/**
 * Security checks against the running API and the compiler's renderers.
 *
 * Sources named per check: RFC 7519 (JWT) and RFC 8725 (JWT best current
 * practice: reject "none", pin the algorithm, beware key confusion); RFC
 * 9110 (413 Content Too Large, 415 Unsupported Media Type, 429 via RFC
 * 6585); the PNG specification's signature; the OWASP guidance on output
 * encoding (text put into HTML/SVG/XML is escaped: `<` `&` `"` never reach
 * markup raw) and on SQL injection (parameterised queries: SQL-looking
 * input is data, never code).
 */
import { generateKeyPairSync } from 'node:crypto';
import { existsSync, readdirSync } from 'node:fs';
import path from 'node:path';
import { XMLParser, XMLValidator } from 'fast-xml-parser';
import jwt from 'jsonwebtoken';
import request from 'supertest';
import { afterAll, beforeAll, describe, expect, it } from 'vitest';
import { compile } from '../../shared/index.ts';
import { buildChart, formatInstructionsText, renderBackSvg, renderChartSvg, writeInstructions } from '../../shared/render/index.ts';
import { User } from '../../server/models/index.ts';
import { buildApp, JWT_SECRET, makeUser, PASSWORD, startHarness, uniqueEmail, type ApiHarness, type TestUser } from './helpers.ts';
import { pngBytes } from './images.ts';

let h: ApiHarness;
let alice: TestUser;
let bob: TestUser;
beforeAll(async () => {
  h = await startHarness();
  alice = await makeUser(h.app, 'sec-alice');
  bob = await makeUser(h.app, 'sec-bob');
});
afterAll(async () => { await h.close(); });

const me = (token: string) => request(h.app).get('/api/me').set('Authorization', `Bearer ${token}`);
const b64url = (o: unknown) => Buffer.from(JSON.stringify(o)).toString('base64url');
const now = () => Math.floor(Date.now() / 1000);

describe('session tokens (RFC 7519, RFC 8725)', () => {
  it('accepts the token it issued (control for the checks below)', async () => {
    const res = await me(alice.token);
    expect(res.status).toBe(200);
    expect(res.body.user.email).toBe(alice.email);
  });

  it('refuses a tampered payload: another user id under the original signature', async () => {
    const [header, payload, signature] = alice.token.split('.');
    const claims = JSON.parse(Buffer.from(payload, 'base64url').toString()) as Record<string, unknown>;
    const forged = `${header}.${b64url({ ...claims, sub: String(bob.id) })}.${signature}`;
    expect((await me(forged)).status).toBe(401);
  });

  it('refuses a token whose signature was altered', async () => {
    const [header, payload, signature] = alice.token.split('.');
    const flipped = signature.slice(0, -2) + (signature.endsWith('AA') ? 'BB' : 'AA');
    expect((await me(`${header}.${payload}.${flipped}`)).status).toBe(401);
  });

  it('refuses an expired token signed with the right key', async () => {
    const expired = jwt.sign({ sv: 0, iat: now() - 7200, exp: now() - 3600 }, JWT_SECRET, { algorithm: 'HS256', subject: String(alice.id) });
    expect((await me(expired)).status).toBe(401);
  });

  it('refuses alg "none" (unsigned) tokens', async () => {
    const unsigned = `${b64url({ alg: 'none', typ: 'JWT' })}.${b64url({ sv: 0, sub: String(alice.id), iat: now(), exp: now() + 3600 })}.`;
    expect((await me(unsigned)).status).toBe(401);
  });

  it('refuses HS512 with another key, and HS512 even with the right key (the algorithm is pinned to HS256)', async () => {
    const other = jwt.sign({ sv: 0 }, 'some-other-secret', { algorithm: 'HS512', subject: String(alice.id), expiresIn: 3600 });
    expect((await me(other)).status).toBe(401);
    const rightKey = jwt.sign({ sv: 0 }, JWT_SECRET, { algorithm: 'HS512', subject: String(alice.id), expiresIn: 3600 });
    expect((await me(rightKey)).status).toBe(401);
  });

  it('refuses RS256 tokens and the RS256/HS256 key confusion (an HMAC made with a public key)', async () => {
    const { privateKey, publicKey } = generateKeyPairSync('rsa', { modulusLength: 2048 });
    const rs = jwt.sign({ sv: 0 }, privateKey.export({ type: 'pkcs8', format: 'pem' }), { algorithm: 'RS256', subject: String(alice.id), expiresIn: 3600 });
    expect((await me(rs)).status).toBe(401);
    const pem = publicKey.export({ type: 'spki', format: 'pem' }).toString();
    const header = b64url({ alg: 'HS256', typ: 'JWT' });
    const body = b64url({ sv: 0, sub: String(alice.id), iat: now(), exp: now() + 3600 });
    const { createHmac } = await import('node:crypto');
    const confused = `${header}.${body}.${createHmac('sha256', pem).update(`${header}.${body}`).digest('base64url')}`;
    expect((await me(confused)).status).toBe(401);
  });

  it('refuses the same tampering through the session cookie', async () => {
    const [header, payload, signature] = alice.token.split('.');
    const claims = JSON.parse(Buffer.from(payload, 'base64url').toString()) as Record<string, unknown>;
    const forged = `${header}.${b64url({ ...claims, sub: String(bob.id) })}.${signature}`;
    expect((await request(h.app).get('/api/me').set('Cookie', `lw_session=${forged}`)).status).toBe(401);
    expect((await request(h.app).get('/api/me').set('Cookie', `lw_session=${alice.token}`)).status).toBe(200);
  });
});

describe('rate limits on sign-in, register and password reset (RFC 6585: 429)', () => {
  it('answers 429 rate-limited after the limit, per route', async () => {
    const app = buildApp(h, { rateLimits: { login: { windowMs: 60_000, limit: 3 }, register: { windowMs: 60_000, limit: 2 }, reset: { windowMs: 60_000, limit: 2 } } });
    const tries = async (n: number, send: () => request.Test) => { const out: number[] = []; for (let i = 0; i < n; i++) out.push((await send()).status); return out; };

    const logins = await tries(5, () => request(app).post('/api/auth/login').send({ email: alice.email, password: 'wrong password here' }));
    expect(logins).toEqual([401, 401, 401, 429, 429]);
    // The right password does not get past the limit either.
    const blocked = await request(app).post('/api/auth/login').send({ email: alice.email, password: PASSWORD });
    expect(blocked.status).toBe(429);
    expect(blocked.body.error.code).toBe('rate-limited');
    expect(blocked.headers).toHaveProperty('ratelimit-policy');

    const registers = await tries(3, () => request(app).post('/api/auth/register').send({ email: uniqueEmail('sec-rl'), password: PASSWORD, name: 'Rate Limit' }));
    expect(registers).toEqual([201, 201, 429]);

    const resets = await tries(3, () => request(app).post('/api/auth/password-reset').send({ email: alice.email }));
    expect(resets).toEqual([202, 202, 429]);
  });
});

describe('uploads', () => {
  let patternId: number;
  beforeAll(async () => {
    const res = await request(h.app).post('/api/patterns').set('Authorization', alice.auth).send({ title: 'Upload checks', source: 'cast on 8\n' });
    patternId = res.body.pattern.id;
  });
  const upload = (data: Buffer, filename: string) =>
    request(h.app).post(`/api/patterns/${patternId}/uploads`).set('Authorization', alice.auth).attach('file', data, { filename, contentType: 'image/png' });

  it('refuses a wrong type behind a right extension and a right Content-Type (415): script, SVG, HTML, a PNG signature cut short', async () => {
    const fakes: [string, Buffer][] = [
      ['script.png', Buffer.from('<script>alert(1)</script>')],
      ['vector.png', Buffer.from('<svg xmlns="http://www.w3.org/2000/svg" onload="alert(1)"><circle r="4"/></svg>')],
      ['page.jpg', Buffer.from('<!doctype html><html><body onload="alert(1)"></body></html>')],
      ['short.png', pngBytes().subarray(0, 6)], // the 8-byte PNG signature, truncated
    ];
    for (const [name, data] of fakes) {
      const res = await upload(data, name);
      expect(res.status, name).toBe(415);
      expect(res.body.error.code).toBe('unsupported-type');
    }
  });

  it('refuses an oversized photo (413) and an oversized import (413)', async () => {
    const big = await upload(pngBytes(5 * 1024 * 1024 + 1), 'big.png');
    expect(big.status).toBe(413);
    const loop = await request(h.app).post('/api/patterns/import').set('Authorization', alice.auth).attach('file', Buffer.alloc(1024 * 1024 + 1, 'k'), { filename: 'big.loop' });
    expect(loop.status).toBe(413);
  });

  it('keeps a path-like name as a display name only: nothing is written outside the storage folder', async () => {
    const res = await upload(pngBytes(), '../../etc/passwd.png');
    expect(res.status).toBe(201);
    expect(res.body.upload.originalName).not.toMatch(/[\\/]/);
    expect(res.body.upload.originalName).toContain('passwd.png');
    // The bytes live under a random key inside the storage folder, and nowhere the name points to.
    expect(readdirSync(h.storageDir).every((f) => /^[a-f0-9]{48}$/.test(f))).toBe(true);
    expect(existsSync(path.resolve(h.storageDir, '../../etc/passwd.png'))).toBe(false);
    const back = await request(h.app).get(res.body.upload.url).set('Authorization', alice.auth);
    expect(back.status).toBe(200);
    expect(back.headers['content-type']).toBe('image/png');
    expect(back.headers['x-content-type-options']).toBe('nosniff');
    expect(back.headers['content-disposition']).toMatch(/^inline; filename\*=UTF-8''[^/\\\s"]+$/);
    const imported = await request(h.app).post('/api/patterns/import').set('Authorization', alice.auth).attach('file', Buffer.from('cast on 8\n'), { filename: '..\\..\\windows\\evil.loop' });
    expect(imported.status).toBe(201);
    expect(imported.body.upload.originalName).not.toMatch(/[\\/]/);
  });

  it('refuses binary data named .loop (400), so an image cannot become a pattern source', async () => {
    const res = await request(h.app).post('/api/patterns/import').set('Authorization', alice.auth).attach('file', pngBytes(), { filename: 'swatch.loop' });
    expect(res.status).toBe(400);
    expect(['not-utf8', 'not-text']).toContain(res.body.error.code);
  });
});

/** Strings that would run if any renderer put them into markup unescaped. */
const HOSTILE = {
  title: '<script>alert("title")</script>',
  yarnLabel: '</text><script>alert(1)</script><text>',
  yarnName: 'Bx',
  note: '<svg onload=alert(2)> & <img src=x onerror=alert(3)>',
  designer: "<iframe src='javascript:alert(4)'>",
  comment: '<img src=x onerror=alert(5)>',
};

const HOSTILE_SOURCE = [
  `title "${HOSTILE.title.replace(/"/g, "'")}"`,
  `designer "${HOSTILE.designer}"`,
  'gauge 28 sts and 32 rounds per 10 cm',
  'yarn A "Harbour" #1d3557',
  `yarn ${HOSTILE.yarnName} "${HOSTILE.yarnLabel}" #cfe8e0`,
  'cast on 16 in A',
  'chart dots:',
  '  key "." A',
  `  key "x" ${HOSTILE.yarnName}`,
  '  |.x..|',
  `round 1: k to end note "${HOSTILE.note}"`,
  'rounds 2-3: chart dots',
  '',
].join('\n');

/** Fails when an XML document has a script element, an event-handler attribute or a javascript: URL. */
function expectInertSvg(svg: string, label: string): void {
  expect(XMLValidator.validate(svg), label).toBe(true);
  const doc = new XMLParser({ ignoreAttributes: false, attributeNamePrefix: '@', preserveOrder: true }).parse(svg) as unknown[];
  const walk = (nodes: unknown[]) => {
    for (const node of nodes as Record<string, unknown>[]) {
      for (const [key, value] of Object.entries(node)) {
        if (key === ':@') {
          for (const [attr, v] of Object.entries(value as Record<string, string>)) {
            expect(attr.toLowerCase(), `${label}: attribute ${attr}`).not.toMatch(/^@on/);
            expect(String(v), `${label}: ${attr}`).not.toMatch(/^\s*javascript:/i);
          }
        } else if (key !== '#text') {
          expect(key.toLowerCase(), label).not.toMatch(/^(script|iframe|foreignobject|img)$/);
          walk(value as unknown[]);
        }
      }
    }
  };
  walk(doc);
}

--------------------------------

# [Problem to solve]
Reproduce only the lines above, starting at the line with "startHarness, uniqueEmail, type" and ending at the line with "h = await startHarness();", exactly as written.

# [Completed exercise]
import { buildApp, JWT_SECRET, makeUser, PASSWORD, startHarness, uniqueEmail, type ApiHarness, type TestUser } from './helpers.ts';
import { pngBytes } from './images.ts';

let h: ApiHarness;
let alice: TestUser;
let bob: TestUser;
beforeAll(async () => {
  h = await startHarness();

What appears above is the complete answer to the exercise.